EXERCISE OBJECTIVE:
Look below for the lines from the one with "return self._sd" to the one with "return self.mean +", and copy exactly those lines, both ends included.

Collected data entries:
================

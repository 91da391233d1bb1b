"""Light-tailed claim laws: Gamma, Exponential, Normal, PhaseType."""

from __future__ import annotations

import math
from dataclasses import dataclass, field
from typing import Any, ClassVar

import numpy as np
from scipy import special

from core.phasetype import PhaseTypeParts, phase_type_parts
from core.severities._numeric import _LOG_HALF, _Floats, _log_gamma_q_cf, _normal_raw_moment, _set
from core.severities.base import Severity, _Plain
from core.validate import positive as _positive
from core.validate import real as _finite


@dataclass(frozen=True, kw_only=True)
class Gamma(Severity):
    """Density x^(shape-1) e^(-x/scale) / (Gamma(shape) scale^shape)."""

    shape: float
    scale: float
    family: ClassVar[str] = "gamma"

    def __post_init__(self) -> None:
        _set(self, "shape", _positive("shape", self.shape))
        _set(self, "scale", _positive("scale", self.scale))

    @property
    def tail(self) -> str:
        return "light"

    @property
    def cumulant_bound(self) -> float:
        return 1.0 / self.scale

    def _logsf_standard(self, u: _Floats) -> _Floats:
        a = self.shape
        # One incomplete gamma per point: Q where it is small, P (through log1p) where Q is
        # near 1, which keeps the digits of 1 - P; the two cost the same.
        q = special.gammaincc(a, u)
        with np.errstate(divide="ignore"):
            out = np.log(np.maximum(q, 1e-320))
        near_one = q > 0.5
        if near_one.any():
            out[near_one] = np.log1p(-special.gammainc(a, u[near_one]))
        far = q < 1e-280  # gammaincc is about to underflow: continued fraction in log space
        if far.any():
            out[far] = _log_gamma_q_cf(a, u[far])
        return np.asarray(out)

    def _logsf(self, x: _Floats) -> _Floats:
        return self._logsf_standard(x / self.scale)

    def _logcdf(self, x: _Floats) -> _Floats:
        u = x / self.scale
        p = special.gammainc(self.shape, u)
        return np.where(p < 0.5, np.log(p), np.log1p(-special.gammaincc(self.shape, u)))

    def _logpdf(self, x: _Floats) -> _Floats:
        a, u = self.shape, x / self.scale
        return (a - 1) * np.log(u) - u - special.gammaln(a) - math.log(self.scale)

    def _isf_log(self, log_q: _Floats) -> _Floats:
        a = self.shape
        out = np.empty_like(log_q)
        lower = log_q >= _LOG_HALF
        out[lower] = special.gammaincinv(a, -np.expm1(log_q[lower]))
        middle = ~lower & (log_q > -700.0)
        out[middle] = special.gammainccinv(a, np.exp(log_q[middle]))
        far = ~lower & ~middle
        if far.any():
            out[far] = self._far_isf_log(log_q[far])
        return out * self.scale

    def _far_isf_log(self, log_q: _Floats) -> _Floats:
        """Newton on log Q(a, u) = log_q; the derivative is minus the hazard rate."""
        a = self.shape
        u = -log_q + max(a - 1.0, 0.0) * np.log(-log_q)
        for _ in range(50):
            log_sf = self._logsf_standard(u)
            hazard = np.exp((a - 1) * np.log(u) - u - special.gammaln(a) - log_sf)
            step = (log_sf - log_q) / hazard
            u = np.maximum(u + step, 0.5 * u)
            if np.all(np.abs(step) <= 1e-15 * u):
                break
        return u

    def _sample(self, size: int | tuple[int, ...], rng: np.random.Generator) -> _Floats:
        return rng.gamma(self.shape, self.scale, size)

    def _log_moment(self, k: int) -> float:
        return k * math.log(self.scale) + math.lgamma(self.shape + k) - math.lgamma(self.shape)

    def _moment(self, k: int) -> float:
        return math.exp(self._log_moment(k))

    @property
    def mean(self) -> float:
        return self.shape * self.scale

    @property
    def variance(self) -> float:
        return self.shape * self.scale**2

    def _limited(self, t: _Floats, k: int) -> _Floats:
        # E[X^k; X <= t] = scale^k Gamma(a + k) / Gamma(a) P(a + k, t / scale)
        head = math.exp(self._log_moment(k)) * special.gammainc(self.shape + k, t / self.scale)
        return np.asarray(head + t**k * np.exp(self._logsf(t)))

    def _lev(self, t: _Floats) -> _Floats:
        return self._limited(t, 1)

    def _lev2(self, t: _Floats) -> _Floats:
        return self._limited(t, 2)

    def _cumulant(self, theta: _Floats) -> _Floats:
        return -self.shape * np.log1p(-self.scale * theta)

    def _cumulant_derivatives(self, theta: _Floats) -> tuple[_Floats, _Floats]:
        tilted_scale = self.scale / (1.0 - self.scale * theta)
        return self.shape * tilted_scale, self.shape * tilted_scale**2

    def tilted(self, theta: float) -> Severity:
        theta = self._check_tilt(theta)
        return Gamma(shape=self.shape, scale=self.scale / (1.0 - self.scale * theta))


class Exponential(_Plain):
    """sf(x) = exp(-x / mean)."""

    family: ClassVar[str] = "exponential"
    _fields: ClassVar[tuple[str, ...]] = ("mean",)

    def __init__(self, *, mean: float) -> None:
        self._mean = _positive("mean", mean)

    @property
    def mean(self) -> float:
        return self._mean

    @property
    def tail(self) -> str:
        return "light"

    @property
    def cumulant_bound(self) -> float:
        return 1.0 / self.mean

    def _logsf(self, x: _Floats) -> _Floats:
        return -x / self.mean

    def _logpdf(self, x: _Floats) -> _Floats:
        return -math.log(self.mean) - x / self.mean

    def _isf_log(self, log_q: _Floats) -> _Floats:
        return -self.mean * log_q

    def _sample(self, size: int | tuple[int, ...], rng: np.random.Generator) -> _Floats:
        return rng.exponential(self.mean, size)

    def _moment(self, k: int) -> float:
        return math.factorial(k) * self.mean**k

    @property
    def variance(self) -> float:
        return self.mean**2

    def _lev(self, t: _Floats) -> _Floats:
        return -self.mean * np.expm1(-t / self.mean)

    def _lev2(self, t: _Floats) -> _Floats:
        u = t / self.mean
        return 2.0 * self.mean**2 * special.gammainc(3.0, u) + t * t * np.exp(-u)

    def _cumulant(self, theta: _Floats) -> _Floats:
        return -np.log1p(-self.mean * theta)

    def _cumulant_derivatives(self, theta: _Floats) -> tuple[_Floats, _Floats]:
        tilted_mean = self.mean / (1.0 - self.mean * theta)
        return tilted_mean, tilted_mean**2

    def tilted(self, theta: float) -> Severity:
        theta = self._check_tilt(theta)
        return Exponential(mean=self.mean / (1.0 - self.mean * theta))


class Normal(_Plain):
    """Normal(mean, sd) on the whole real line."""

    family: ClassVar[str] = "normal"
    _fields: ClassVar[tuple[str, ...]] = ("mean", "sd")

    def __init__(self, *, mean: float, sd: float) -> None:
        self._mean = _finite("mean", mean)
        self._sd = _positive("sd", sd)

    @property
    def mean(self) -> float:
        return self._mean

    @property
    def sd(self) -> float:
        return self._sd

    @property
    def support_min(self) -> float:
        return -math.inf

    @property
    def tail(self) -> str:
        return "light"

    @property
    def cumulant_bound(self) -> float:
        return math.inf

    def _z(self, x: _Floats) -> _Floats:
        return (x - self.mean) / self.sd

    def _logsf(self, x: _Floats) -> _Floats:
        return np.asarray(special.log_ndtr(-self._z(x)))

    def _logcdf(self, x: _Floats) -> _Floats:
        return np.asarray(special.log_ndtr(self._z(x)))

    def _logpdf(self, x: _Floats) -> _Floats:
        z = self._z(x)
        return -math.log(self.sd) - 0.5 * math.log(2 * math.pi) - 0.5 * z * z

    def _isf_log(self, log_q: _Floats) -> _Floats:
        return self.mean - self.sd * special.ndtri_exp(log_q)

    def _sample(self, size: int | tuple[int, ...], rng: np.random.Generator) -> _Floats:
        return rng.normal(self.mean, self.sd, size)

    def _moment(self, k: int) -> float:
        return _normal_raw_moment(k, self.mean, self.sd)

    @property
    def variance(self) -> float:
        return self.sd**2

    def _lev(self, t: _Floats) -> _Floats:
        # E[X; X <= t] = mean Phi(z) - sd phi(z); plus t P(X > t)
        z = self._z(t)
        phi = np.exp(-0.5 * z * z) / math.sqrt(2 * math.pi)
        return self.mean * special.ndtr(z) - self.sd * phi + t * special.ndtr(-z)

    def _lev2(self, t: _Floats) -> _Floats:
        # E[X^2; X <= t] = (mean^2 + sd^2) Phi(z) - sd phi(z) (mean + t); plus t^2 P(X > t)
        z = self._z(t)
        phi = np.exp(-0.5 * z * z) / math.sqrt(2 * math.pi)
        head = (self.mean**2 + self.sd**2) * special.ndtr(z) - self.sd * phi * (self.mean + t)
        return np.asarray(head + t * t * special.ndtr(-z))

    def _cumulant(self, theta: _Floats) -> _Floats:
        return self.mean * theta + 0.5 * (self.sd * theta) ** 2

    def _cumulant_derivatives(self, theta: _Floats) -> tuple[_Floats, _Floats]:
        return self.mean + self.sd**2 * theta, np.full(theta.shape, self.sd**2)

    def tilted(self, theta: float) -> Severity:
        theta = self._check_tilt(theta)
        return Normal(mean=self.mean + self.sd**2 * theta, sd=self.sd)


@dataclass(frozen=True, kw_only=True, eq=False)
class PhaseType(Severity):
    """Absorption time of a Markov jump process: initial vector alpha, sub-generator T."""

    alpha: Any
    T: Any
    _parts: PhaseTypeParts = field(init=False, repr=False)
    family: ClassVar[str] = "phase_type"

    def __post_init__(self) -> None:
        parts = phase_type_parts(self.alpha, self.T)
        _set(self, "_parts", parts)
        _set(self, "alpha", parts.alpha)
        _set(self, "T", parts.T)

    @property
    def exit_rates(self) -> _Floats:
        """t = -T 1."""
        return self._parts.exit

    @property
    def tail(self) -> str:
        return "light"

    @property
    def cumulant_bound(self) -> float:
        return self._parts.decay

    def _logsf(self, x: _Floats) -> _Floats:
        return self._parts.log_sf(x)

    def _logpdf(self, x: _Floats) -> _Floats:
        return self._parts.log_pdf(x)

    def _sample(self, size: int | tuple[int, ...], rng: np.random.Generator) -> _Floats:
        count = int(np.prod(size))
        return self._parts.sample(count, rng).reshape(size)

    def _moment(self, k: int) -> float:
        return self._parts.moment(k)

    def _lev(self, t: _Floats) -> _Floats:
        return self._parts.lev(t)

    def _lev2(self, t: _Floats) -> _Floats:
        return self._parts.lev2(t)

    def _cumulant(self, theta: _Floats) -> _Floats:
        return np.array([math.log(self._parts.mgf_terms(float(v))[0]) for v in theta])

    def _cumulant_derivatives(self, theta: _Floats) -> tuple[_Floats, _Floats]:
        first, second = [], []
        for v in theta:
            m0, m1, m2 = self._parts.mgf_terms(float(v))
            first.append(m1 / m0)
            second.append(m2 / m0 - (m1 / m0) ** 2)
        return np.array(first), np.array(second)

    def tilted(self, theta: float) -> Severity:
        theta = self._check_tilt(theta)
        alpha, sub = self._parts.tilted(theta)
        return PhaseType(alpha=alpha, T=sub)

================

SOLUTION TO THIS TASK:
        return self._sd

    @property
    def support_min(self) -> float:
        return -math.inf

    @property
    def tail(self) -> str:
        return "light"

    @property
    def cumulant_bound(self) -> float:
        return math.inf

    def _z(self, x: _Floats) -> _Floats:
        return (x - self.mean) / self.sd

    def _logsf(self, x: _Floats) -> _Floats:
        return np.asarray(special.log_ndtr(-self._z(x)))

    def _logcdf(self, x: _Floats) -> _Floats:
        return np.asarray(special.log_ndtr(self._z(x)))

    def _logpdf(self, x: _Floats) -> _Floats:
        z = self._z(x)
        return -math.log(self.sd) - 0.5 * math.log(2 * math.pi) - 0.5 * z * z

    def _isf_log(self, log_q: _Floats) -> _Floats:
        return self.mean - self.sd * special.ndtri_exp(log_q)

    def _sample(self, size: int | tuple[int, ...], rng: np.random.Generator) -> _Floats:
        return rng.normal(self.mean, self.sd, size)

    def _moment(self, k: int) -> float:
        return _normal_raw_moment(k, self.mean, self.sd)

    @property
    def variance(self) -> float:
        return self.sd**2

    def _lev(self, t: _Floats) -> _Floats:
        # E[X; X <= t] = mean Phi(z) - sd phi(z); plus t P(X > t)
        z = self._z(t)
        phi = np.exp(-0.5 * z * z) / math.sqrt(2 * math.pi)
        return self.mean * special.ndtr(z) - self.sd * phi + t * special.ndtr(-z)

    def _lev2(self, t: _Floats) -> _Floats:
        # E[X^2; X <= t] = (mean^2 + sd^2) Phi(z) - sd phi(z) (mean + t); plus t^2 P(X > t)
        z = self._z(t)
        phi = np.exp(-0.5 * z * z) / math.sqrt(2 * math.pi)
        head = (self.mean**2 + self.sd**2) * special.ndtr(z) - self.sd * phi * (self.mean + t)
        return np.asarray(head + t * t * special.ndtr(-z))

    def _cumulant(self, theta: _Floats) -> _Floats:
        return self.mean * theta + 0.5 * (self.sd * theta) ** 2

    def _cumulant_derivatives(self, theta: _Floats) -> tuple[_Floats, _Floats]:
        return self.mean + self.sd**2 * theta, np.full(theta.shape, self.sd**2)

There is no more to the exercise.